Previously announced plans to replace the westbound round-the-world service with a new Europe-Pacific service have also been scrapped. The company blamed the global financial crisis and the prolonged weakness of South Pacific and European economies.

“We are very sad to be exiting this trading lane after more than 100 years of operation, but in the current economic climate, and with rapidly increasing bunker costs, this service is no longer a viable option for Swire Shipping,” said general manager Toby Smith.

As result of the service cutbacks and the integration of New Zealand-based Tasman Orient Line, the company will also be laying-off close to 40% of its workforce.

Swire said it expected to reduce the number of staff in its liner network worldwide by 200 from its current strength of 550.

“While this impact on staff employment is extremely regrettable, it is an essential move to ensure the continued viability of the company as we navigate through these turbulent economic times,” said Swire Shipping chief executive Ulrich Stelling.

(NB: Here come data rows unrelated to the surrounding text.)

import { mkdtempSync, rmSync } from 'node:fs';
import { afterEach, test } from 'vitest';
import { tmpdir } from 'node:os';
import { join } from 'node:path';
import { randomUUID } from 'node:crypto';
import type { FastifyInstance } from 'fastify';
import { buildApp } from '../server/app.js';
import { FollowingClock, ManualClock } from '../server/clock.js';
import { parseConfig, type Config } from '../server/config.js';
import { openDatabase, type Db } from '../server/db/database.js';
import type { FileFlusher } from '../server/db/wal-sync.js';
import { migrate } from '../server/db/migrate.js';
import type { Role } from '../server/auth/secrets.js';
import type { LiveEvent } from '../server/live/messages.js';

export const SECRETS: Record<Role, string> = {
  operator: '1111',
  supervisor: '2222',
  quality: 'quality-test-secret',
  admin: 'admin-test-secret',
};

export interface TestApp {
  app: FastifyInstance;
  db: Db;
  clock: ManualClock;
  dir: string;
  file: string;
  config: Config;
  events: LiveEvent[];
  /** Session cookie for each role. */
  cookies: Record<Role, string>;
  close(): Promise<void>;
  /** Reopens the same database file in a new app, as a restart would. */
  restart(): Promise<TestApp>;
}

/** A fresh migrated database in a temp folder, an app on it with a hand-moved clock, one user per role signed in. */
export async function makeTestApp(options: { start?: number; dir?: string; config?: Partial<Record<keyof Config, unknown>>; users?: boolean; realTime?: boolean; walFlusher?: FileFlusher } = {}): Promise<TestApp> {
  const dir = options.dir ?? mkdtempSync(join(tmpdir(), 'heft-test-'));
  const file = join(dir, 'heft.db');
  const clock = options.realTime ? new FollowingClock() : new ManualClock(options.start ?? Date.parse('2026-03-02T06:00:00Z'));
  // sessions outlive the long hand-moved histories of most tests; the session tests set their own limits
  const config = parseConfig([], {}, { db: file, sessionIdleMinutes: 60 * 24 * 365, sessionMaxHours: 24 * 365, ...options.config });
  const db = openDatabase(file);
  migrate(db);
  const events: LiveEvent[] = [];
  const app = await buildApp({ db, clock, config, onLive: (e) => events.push(...e), walFlusher: options.walFlusher });
  const cookies = {} as Record<Role, string>;
  const withUsers = options.users ?? !options.dir;
  for (const role of Object.keys(SECRETS) as Role[]) {
    if (withUsers) await app.heft.auth.addUser({ username: role, displayName: `Test ${role}`, role, secret: SECRETS[role] }, 'test');
    const res = await app.inject({ method: 'POST', url: '/api/session', payload: { username: role, secret: SECRETS[role] } });
    if (res.statusCode !== 200) throw new Error(`sign-in as ${role} failed: ${res.body}`);
    cookies[role] = String(res.headers['set-cookie']).split(';')[0] as string;
  }
  const t: TestApp = {
    app,
    db,
    clock,
    dir,
    file,
    config,
    events,
    cookies,
    async close() {
      await app.close();
      db.close();
    },
    async restart() {
      await app.close();
      db.close();
      const next = await makeTestApp({ start: clock.now(), dir, config: options.config, users: false, realTime: options.realTime });
      return next;
    },
  };
  return t;
}

export function removeDir(dir: string): void {
  rmSync(dir, { recursive: true, force: true });
}

/** After each test, closes the app `current()` gives (if any) and removes its folder. */
export function closeAfterEach(current: () => TestApp | null, reset: () => void): void {
  afterEach(async () => {
    const t = current();
    if (!t) return;
    await t.close();
    removeDir(t.dir);
    reset();
  });
}

/**
 * `heftTest`: a vitest test with an app of its own (`heft`), made before the test and closed, with its
 * folder removed, after it, whether it passed or failed. Tests never share an app.
 */
export const heftTest = test.extend<{ heft: TestApp }>({
  // biome-ignore lint/correctness/noEmptyPattern: vitest reads the fixtures a test wants from this pattern
  heft: async ({}, use) => {
    const t = await makeTestApp();
    try {
      await use(t);
    } finally {
      await t.close();
      removeDir(t.dir);
    }
  },
});

export interface LineSetup {
  lineId: number;
  productId: number;
}

/** Creates a product and a line through the API and starts the product on it. */
export async function setupLine(t: TestApp, product: Record<string, unknown> = {}, code = 'L1'): Promise<LineSetup> {
  const admin = { cookie: t.cookies.admin };
  const p = await t.app.inject({
    method: 'POST',
    url: '/api/products',
    headers: admin,
    payload: { code: `P-${code}`, name: 'Test bag 500 g', nominal: 500, unit: 'g', target: 503, subgroupSize: 5, samplingMinutes: 60, sigma: 2, ...product },
  });
  if (p.statusCode !== 201) throw new Error(p.body);
  const l = await t.app.inject({ method: 'POST', url: '/api/lines', headers: admin, payload: { code, name: `Line ${code}` } });
  if (l.statusCode !== 201) throw new Error(l.body);
  const productId = p.json().product.id as number;
  const lineId = l.json().line.id as number;
  const c = await t.app.inject({ method: 'PUT', url: `/api/lines/${lineId}/product`, headers: admin, payload: { productId } });
  if (c.statusCode !== 200) throw new Error(c.body);
  return { lineId, productId };
}

export async function postCheck(t: TestApp, lineId: number, weights: unknown, extra: Record<string, unknown> = {}, cookie = t.cookies.operator) {
  return t.app.inject({
    method: 'POST',
    url: `/api/lines/${lineId}/checks`,
    headers: { cookie },
    payload: { weights, clientId: randomUUID(), ...extra },
  });
}

/** n weights whose mean is exactly `mean` and whose sd is small and fixed: the spread stays in control. */
export function weightsWithMean(mean: number, n = 5, spread = 1): number[] {
  const offsets = [-2, -1, 0, 1, 2, -1.5, 1.5, -0.5, 0.5, 0].slice(0, n);
  const centre = offsets.reduce((a, b) => a + b, 0) / n;
  return offsets.map((o) => mean + (o - centre) * spread);
}

export function countRows(db: Db, table: string): number {
  return (db.prepare(`SELECT COUNT(*) AS n FROM ${table}`).get() as { n: number }).n;
}

/** The rule ids a check's answer reports, over every alert its signals joined. */
export function rulesOf(answer: { signals: { rules: { rule: string }[] }[] }): string[] {
  return answer.signals.flatMap((group) => group.rules.map((r) => r.rule));
}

The service cuts see the company completely exit the European market and reduce services to the North American market to its west coast North America service, linking to Australia and New Zealand.

Four large multi-purpose vessels owned by Swire’s parent, China Navigation, will be redeployed from the eastbound round-the-world service to the west coast North America service in the coming months.

The company meanwhile is refocusing its liner operations on the Asia-Pacific region. “We are confident that, by consolidating our resources and focusing our attention on our traditional key trading regions of Asia, Papua New Guinea and the Pacific, and by strengthening our service products to our core customers, Swire Shipping will ride out these difficult economic times and emerge a stronger organisation,” Mr Stelling said.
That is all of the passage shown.